◆ **What needs to be done**
From the entries that follow, list every line in which the string "timeouts" appears.

◆ **Entries supplied**
********

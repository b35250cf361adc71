from dataclasses import astuple

from hypothesis import given, strategies as st

from diskwatch.machine.stat import Stat, parse, stat_of
from tests.machine.trees import Tree

SEVENTEEN = "101 2 303 4 105 6 707 8 9 10 11 112 13 214 15 116 17"


def test_fields_are_taken_by_their_place_and_sectors_are_512_bytes():
    assert parse(SEVENTEEN) == Stat(
        in_flight=9, discards=112, discard_bytes=214 * 512, discard_ms=15, flushes=116, flush_ms=17
    )


def test_what_an_older_kernel_does_not_count_is_not_known():
    words = SEVENTEEN.split()
    before_4_18, before_5_5 = " ".join(words[:11]), " ".join(words[:15])
    assert parse(before_4_18) == Stat(in_flight=9)
    assert parse(before_5_5) == Stat(in_flight=9, discards=112, discard_bytes=214 * 512, discard_ms=15)


def test_fields_of_a_kernel_to_come_do_no_harm():
    assert parse(f"{SEVENTEEN} 18 19") == parse(SEVENTEEN)


@given(st.text(alphabet="0123456789 -x\n\u0663", max_size=120))
def test_a_text_of_any_sort_gives_whole_numbers_or_nothing(text: str):
    found = parse(text)
    assert found is None or all(number is None or number >= 0 for number in astuple(found))


def test_a_disk_that_the_kernel_does_not_count_is_not_known_instead_of_idle(tree: Tree):
    place = tree.sata(files={"stat": SEVENTEEN})
    assert stat_of(tree.sys, "sda") == parse(SEVENTEEN)
    tree.put(place / "queue/iostats", "0")
    assert stat_of(tree.sys, "sda") is None
    assert stat_of(tree.sys, "sdz") is None
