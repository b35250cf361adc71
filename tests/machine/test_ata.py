import pytest

from diskwatch.machine import ata, packing
from diskwatch.machine.held import Family, device_of
from diskwatch.machine.text import Sheet
from diskwatch.records import Attribute, Failing, SignalKind, Value

HEAD = """Sector Size:      512 bytes logical/physical
Device is:        {known}
Vendor Specific SMART Attributes with Thresholds:
ID# ATTRIBUTE_NAME          FLAG     VALUE WORST THRESH TYPE      UPDATED  WHEN_FAILED RAW_VALUE
"""


def sheet(*rows: str, known: str = "Not in smartctl database 7.3/5319") -> Sheet:
    return Sheet.of([*HEAD.format(known=known).splitlines(), *rows])


def row(number: int, name: str, raw: str, *, value: str = "100", flags: str = "0x0032") -> str:
    return f"{number:3} {name:<23} {flags}   {value}   {value}   000    Old_age   Always       -       {raw}"


def values(
    *rows: str, flash: bool = False, known: str = "Not in smartctl database 7.3/5319"
) -> dict[str, Value]:
    told = sheet(*rows, known=known)
    found = ata.values(ata.attributes(None, None, told), None, told, flash=flash)
    assert len({value.signal for value in found}) == len(found)
    return {value.signal: value for value in found}


def test_rows_without_a_normalised_value_are_kept_though_the_library_loses_them():
    told = sheet("  5 Reallocated_Sector_Ct   0x0032   ---   ---   ---    Old_age   Always       -       8")
    assert ata.attributes(None, None, told) == (
        Attribute(
            number=5,
            name="Reallocated_Sector_Ct",
            value=None,
            worst=None,
            threshold=None,
            prefail=False,
            raw="8",
        ),
    )


@pytest.mark.parametrize(
    "broken",
    [
        "  1 Raw_Read_Error_Rate     0x002f   100 55  100   006    Pre-fail  Always       -       0",
        "192 Power-Off_Retract_Count 0x0032   100   1  000    Old_age   Always       -       1490",
    ],
)
def test_a_row_whose_columns_are_broken_is_left_out_and_not_shifted_as_the_library_does(broken: str):
    told = sheet(row(5, "Reallocated_Sector_Ct", "8"), broken)
    device = device_of(told.lines, Family.ATA)
    assert device is not None
    assert len([one for one in device.attributes if one is not None]) == 2
    assert [one.number for one in ata.attributes(None, device, told)] == [5]


def test_the_brief_table_is_read_as_well():
    told = sheet("  5 Reallocated_Sector_Ct   PO--CK   041   041   140    NOW  1265")
    (found,) = ata.attributes(None, None, told)
    assert (found.prefail, found.failing, found.raw, found.threshold) == (True, Failing.NOW, "1265", 140)


def test_a_failure_in_the_past_is_told_from_one_now():
    told = sheet("  5 Reallocated_Sector_Ct   0x0033   141   041   140    Pre-fail  Always   In_the_past 1265")
    assert ata.attributes(None, None, told)[0].failing is Failing.PAST


def test_194_comes_before_190_unless_it_says_nothing():
    both = values(
        row(190, "Airflow_Temperature_Cel", "33"), row(194, "Temperature_Celsius", "31 (Min/Max 9/40)")
    )
    assert (both["temperature"].value, both["temperature"].source) == (31, "attribute 194")
    broken = values(row(190, "Airflow_Temperature_Cel", "33"), row(194, "Temperature_Celsius", "250"))
    assert (broken["temperature"].value, broken["temperature"].source) == (33, "attribute 190")


def test_a_row_under_another_name_is_left_out_rather_than_misread():
    found = values(row(198, "Host_Reads_GiB", "900"), row(199, "Write_Sectors_Tot_Ct", "77"))
    assert "offline-uncorrectable" not in found
    assert "crc-errors" not in found
    assert found["data-read"].value == 900 * 2**30


def test_a_full_counter_is_none_with_a_reason_and_not_zero():
    found = values(row(199, "UDMA_CRC_Error_Count", "65535"))["crc-errors"]
    assert found.value is None
    assert found.reason


def test_retracts_are_followed_only_on_drives_that_have_heads():
    line = row(192, "Power-Off_Retract_Count", "61")
    assert values(line)["power-off-retracts"].value == 61
    assert "power-off-retracts" not in values(line, flash=True)


@pytest.mark.parametrize(
    ("name", "step"),
    [
        ("Total_LBAs_Written", 512),
        ("Host_Writes_32MiB", 2**25),
        ("Host_Writes_GiB", 2**30),
        ("Host_Writes_MiB", 2**20),
    ],
)
def test_data_written_is_counted_in_the_unit_that_the_name_states(name: str, step: int):
    assert values(row(241, name, "5000000"))["data-written"].value == 5_000_000 * step


def test_flash_writes_and_gigabytes_of_unknown_size_are_no_host_writes():
    assert "data-written" not in values(
        row(241, "Nand_Sectors_Written", "77"), row(233, "Total_Writes_GB", "9")
    )


def test_an_unknown_packing_keeps_the_raw_value_of_which_only_changes_mean_anything():
    found = values(row(9, "Power_On_Hours", str((7 << 24) | 900)), row(188, "Command_Timeout", "70000"))
    for signal, raw in (("power-on-hours", (7 << 24) | 900), ("command-timeouts", 70_000)):
        assert (found[signal].value, found[signal].reason) == (None, packing.PACKED)
        kept = found[f"raw-{signal}"]
        assert (kept.value, kept.unit, kept.kind) == (raw, "opaque", SignalKind.GAUGE)
    assert not [signal for signal in values(row(9, "Power_On_Hours", "900")) if signal.startswith("raw-")]


def test_what_stands_beside_the_main_value_is_told_where_it_is_there():
    found = values(row(188, "Command_Timeout", "2 5 9"), row(194, "Temperature_Celsius", "40 (Min/Max 17/58)"))
    assert {signal: value.value for signal, value in found.items()} == {
        "command-timeouts": 9,
        "slow-commands": 5,
        "slower-commands": 2,
        "temperature": 40,
        "lowest-temperature": 17,
        "highest-temperature": 58,
    }


def test_errors_that_log_04h_denies_and_the_table_counts_are_told_both_ways():
    log = (
        "",
        "Device Statistics (GP Log 0x04)",
        "0x03  0x020  4               0  ---  Number of Reallocated Logical Sectors",
        "0x04  0x008  4               5  ---  Number of Reported Uncorrectable Errors",
    )
    found = values(row(5, "Reallocated_Sector_Ct", "2264"), row(187, "Reported_Uncorrect", "5"), *log)
    told = {signal: (value.value, value.source) for signal, value in found.items()}
    assert told == {
        "reallocated-sectors": (0, "log 04h"),
        "reallocated-sectors-by-attribute": (2264, "attribute 5"),
        "reported-uncorrectable": (5, "log 04h"),
    }


KNOWN = "In smartctl database 7.3/5319"


@pytest.mark.parametrize(
    ("line", "used"),
    [
        (row(202, "Percent_Lifetime_Remain", "8", value="092"), 8),
        (row(231, "SSD_Life_Left", "97", value="097"), 3),
        (row(233, "Media_Wearout_Indicator", "0", value="086"), 14),
        (row(202, "Percent_Lifetime_Used", "104", value="001"), 104),
    ],
)
def test_wear_is_the_share_of_rated_life_that_is_used_up(line: str, used: int):
    assert values(line, known=KNOWN, flash=True)["percentage-used"].value == used


def test_a_name_that_smartctl_gives_any_unknown_drive_proves_no_wear():
    line = row(233, "Media_Wearout_Indicator", "1053")
    assert "percentage-used" not in values(line, flash=True)
    assert "available-spare" not in values(row(232, "Available_Reservd_Space", "100"), flash=True)


def test_a_normalised_value_beyond_a_hundred_is_no_share():
    assert "percentage-used" not in values(row(231, "SSD_Life_Left", "1", value="253"), known=KNOWN)
    assert "percentage-used" not in values(row(231, "SSD_Life_Left", "1", value="000"), known=KNOWN)


@pytest.mark.parametrize(
    ("line", "count"),
    [
        ("No Errors Logged", 0),
        ("ATA Error Count: 2", 2),
        ("ATA Error Count: 812 (device log contains only the most recent five errors)", 812),
    ],
)
def test_the_error_log_gives_its_count(line: str, count: int):
    told = Sheet.of([line])
    (found,) = ata.values((), None, told, flash=False)
    assert (found.signal, found.value) == ("error-log-entries", count)


def test_an_error_log_that_is_not_sound_gives_no_count():
    told = Sheet.of(["ATA Error Count: 0 (possibly also invalid)"])
    (found,) = ata.values((), None, told, flash=False)
    assert found.value is None
    assert found.reason
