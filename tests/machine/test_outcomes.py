import pytest

from diskwatch.machine.endings import Verdict, quoted
from diskwatch.machine.outcomes import _SHOULD_ANSWER, of_words
from diskwatch.machine.reading import understood
from diskwatch.records import Kind, Outcome
from tests.machine.recordings import FIXTURES, text_of

HEAD = (
    "smartctl 7.3 2022-02-28 r5338 [x86_64-linux-6.1.0] (local build)",
    "Copyright (C) 2002-22, its authors",
    "",
)


def fixture(name: str) -> tuple[str, ...]:
    return tuple(text_of(FIXTURES / name / "all.txt").splitlines())


def verdict(
    lines: tuple[str, ...],
    status: int,
    *,
    expects_smart: bool = True,
    kind: Kind = Kind.HDD,
    err: str = "",
) -> tuple[str, str]:
    found = judged(lines, status, expects_smart=expects_smart, kind=kind, err=err)
    return found.outcome.value, found.explanation or ""


def judged(
    lines: tuple[str, ...],
    status: int,
    *,
    expects_smart: bool = True,
    kind: Kind = Kind.HDD,
    err: str = "",
) -> Verdict:
    what = understood(lines, None, type_=None, path="/dev/x")
    found = of_words((*lines, err), status, what, expects_smart=expects_smart, kind=kind, command="/opt/tool")
    assert (found.explanation is None) is (found.outcome is Outcome.READ)
    assert found.explanation is None or is_a_sentence_about_it(found.explanation)
    return found


def is_a_sentence_about_it(text: str) -> bool:
    return text.startswith("It ") and text.endswith(".") and not text.endswith("..") and "/dev/x:" not in text


@pytest.mark.parametrize("status", [0, 4, 8, 32, 64, 192, 255])
def test_a_drive_that_states_values_was_read_whatever_the_bits_say(status: int):
    assert verdict(fixture("invented_hdd_failing"), status) == ("read", "")


@pytest.mark.parametrize(
    ("line", "status"),
    [
        ("Device is in STANDBY mode, exit(3)", 3),
        ("Device is in STANDBY mode, exit(2)", 2),
        ("Device is in SLEEP mode, exit(2)", 2),
        ("Device is in STANDBY (OS) mode, exit(3)", 3),
        ("device is NOT READY (e.g. spun down, busy)", 2),
        ("", 3),
    ],
)
def test_a_sleeping_drive_is_asleep(line: str, status: int):
    outcome, why = verdict((*HEAD, line), status)
    assert outcome == "asleep"
    assert "not woken" in why


@pytest.mark.parametrize(
    ("line", "unproved"),
    [
        ("Device is in STANDBY mode, exit(3)", False),
        ("Device is in STANDBY (OS) mode, exit(3)", False),
        ("Device is in SLEEP mode, exit(3)", True),
        ("device is NOT READY (e.g. spun down, busy)", True),
    ],
)
def test_words_that_a_drive_without_any_answer_gets_too_are_no_proof_of_sleep(line: str, unproved: bool):
    assert judged((*HEAD, line), 3).unproved is unproved


@pytest.mark.parametrize(
    "line",
    [
        "Smartctl open device: /dev/sda failed: Permission denied",
        "Read Device Identity failed: Operation not permitted",
    ],
)
def test_a_drive_that_may_not_be_opened_is_refused_and_the_cure_is_named(line: str):
    outcome, why = verdict((*HEAD, line, ""), 2)
    assert outcome == "refused"
    assert "root" in why


@pytest.mark.parametrize("line", ["No such device", "No such device or address", "No such file or directory"])
def test_a_drive_that_is_gone_is_absent(line: str):
    outcome, why = verdict((*HEAD, f"Smartctl open device: /dev/sda failed: {line}"), 2)
    assert outcome == "absent"
    assert "cable" in why


def test_a_disk_whose_device_is_still_there_is_not_said_to_be_gone():
    _, why = verdict((*HEAD, "Smartctl open device: /dev/sda failed: No such device or address"), 2)
    assert "device is still there" in why
    assert "not there any more" not in why


def test_what_is_said_on_the_error_channel_counts_too():
    assert verdict((), 2, err="cannot open: Permission denied")[0] == "refused"


NO_LANGUAGE = (*HEAD, "/dev/x1: Unable to detect device type", "Please specify device type with the -d option.")


def test_a_virtual_disk_of_no_language_has_no_smart():
    outcome, why = verdict(NO_LANGUAGE, 1, kind=Kind.VIRTUAL)
    assert outcome == "no-smart"
    assert "usual for virtual disks" in why


@pytest.mark.parametrize(
    ("kind", "language", "deed"),
    [
        (Kind.HDD, "question of ATA,", "cable and power, or try it at another port"),
        (Kind.SSD, "question of ATA,", "another port"),
        (Kind.SAS, "question of SCSI,", "another port"),
        (Kind.NVME, "question of NVMe,", "another slot"),
        (Kind.USB, "question of ATA, SCSI or NVMe,", "another adapter"),
    ],
)
def test_a_real_drive_of_no_language_is_not_explained_away_as_virtual(kind: Kind, language: str, deed: str):
    outcome, why = verdict(NO_LANGUAGE, 1, kind=kind)
    assert outcome == "no-smart"
    assert "virtual" not in why
    assert language in why
    assert deed in why
    assert "copy off what matters first" in why


def test_every_kind_but_virtual_is_known_to_answer_some_language():
    assert set(_SHOULD_ANSWER) == set(Kind) - {Kind.VIRTUAL}


def test_an_unknown_usb_bridge_has_no_smart():
    outcome, why = verdict(fixture("invented_usb_bridge_unknown"), 1)
    assert outcome == "no-smart"
    assert "USB adapter" in why


def test_a_drive_without_smart_says_who_it_is_all_the_same():
    assert verdict(fixture("invented_virtual_no_smart"), 4)[0] == "no-smart"
    assert verdict(fixture("megaraid_vd_0"), 0)[0] == "no-smart"


def test_smart_that_is_switched_off_is_said_with_the_cure():
    lines = tuple(
        line.replace("SMART support is: Enabled", "SMART support is: Disabled")
        for line in fixture("invented_hdd_sister")
    )
    outcome, why = verdict(lines, 4)
    assert outcome == "no-smart"
    assert "switched off" in why


def test_a_scsi_drive_that_predicts_its_failure_is_heard_though_its_smart_is_called_disabled():
    # Seen with smartctl 7.3 and the kernel's scsi_debug disk: "Disabled", and the prediction all the same.
    lines = tuple(
        line.replace("SMART support is:     Enabled", "SMART support is:     Disabled")
        for line in fixture("invented_sas_megaraid_failing")
    )
    assert "SMART support is:     Disabled" in lines
    assert verdict(lines, 12)[0] == "read"


def test_a_drive_that_does_not_answer_sensibly_is_garbled_with_its_words():
    outcome, why = verdict(fixture("invented_scsi_short_inquiry"), 2)
    assert outcome == "garbled"
    assert "Short INQUIRY response" in why


@pytest.mark.parametrize(
    ("head", "complaint"),
    [
        (HEAD[0], "Smartctl open device: /dev/sdq [SAT] failed: Input/output error"),
        ("smartctl pre-7.5 2024-11-01 r5600", "Smartctl open device: /dev/sdq failed: INQUIRY failed"),
        ("smartctl version 5.38", "Smartctl: Device Read Identity Failed: I/O error"),
    ],
)
def test_the_tools_own_reason_is_shown_though_it_begins_with_its_name(head: str, complaint: str):
    outcome, why = verdict((head, HEAD[1], "", complaint), 2)
    assert outcome == "garbled"
    assert f"({complaint})" in why


def test_where_the_tool_gives_no_reason_that_is_said_and_its_version_is_not_taken_for_one():
    outcome, why = verdict((*HEAD, "A mandatory SMART command failed: exiting."), 2)
    assert outcome == "garbled"
    assert "without a word about why" in why


def test_a_drive_that_names_itself_but_gives_no_data_is_garbled():
    lines = fixture("invented_hdd_failing")
    cut = lines[: lines.index("=== START OF READ SMART DATA SECTION ===")]
    outcome, why = verdict((*cut, "Read SMART Data failed: Input/output error"), 4)
    assert outcome == "garbled"
    assert "could not be read" in why


@pytest.mark.parametrize(
    ("lines", "status", "word"),
    [
        ((), 0, "wrote is not smartctl's"),
        (("AAAA", "AAAA"), 0, "wrote is not smartctl's"),
        (("sudo: a password is required",), 1, "wrote is not smartctl's"),
        ((*HEAD, "=======> UNRECOGNIZED OPTION: all"), 1, "did not understand the question"),
        (HEAD, 0, "neither a drive nor any trouble"),
    ],
)
def test_where_the_tool_is_at_fault_it_and_its_setting_are_named_and_no_cable(
    lines: tuple[str, ...], status: int, word: str
):
    outcome, why = verdict(lines, status)
    assert outcome == "garbled"
    assert word in why
    assert "/opt/tool" in why
    assert "[smart] command in the settings" in why
    assert "cable" not in why


@pytest.mark.parametrize(
    "lines",
    [
        ("Read Device Identity failed: Input/output error",),
        ("Smartctl open device: /dev/sdq failed: INQUIRY failed",),
        (*HEAD, "Read Device Identity failed: scsi error medium or hardware error (serious)"),
    ],
)
def test_where_the_tool_had_trouble_with_the_drive_the_drive_is_what_to_look_at(lines: tuple[str, ...]):
    outcome, why = verdict(lines, 2)
    assert outcome == "garbled"
    assert "copy off what matters first" in why
    assert "[smart]" not in why


def test_an_exit_status_alone_that_stands_for_sleep_is_proof_only_where_smartctl_shows_that_it_is_there():
    assert judged(HEAD, 3).unproved is False
    assert judged((), 3).unproved is True
    assert judged((), 3).outcome is Outcome.ASLEEP


def test_silence_and_noise_are_garbled_unless_no_smart_was_to_be_expected():
    assert verdict((), 0)[0] == "garbled"
    assert verdict(("\x00\x1b[2J 197 Current_Pending_Sector 0x0032",), 0)[0] == "garbled"
    assert verdict(("Read Device Identity failed: Inappropriate ioctl for device",), 2, expects_smart=False)[
        0
    ] == ("no-smart")


def test_words_of_a_drive_are_made_harmless_and_cut():
    _, why = verdict(("evil \x1b[31m words \u202e" + "x" * 1_000,), 2)
    assert why.isprintable()
    assert len(why) < 500
    assert quoted("\x1b" + "y" * 500) == "\\x1b" + "y" * 196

********

◆ **Response to the task**
    for signal, raw in (("power-on-hours", (7 << 24) | 900), ("command-timeouts", 70_000)):
        "command-timeouts": 9,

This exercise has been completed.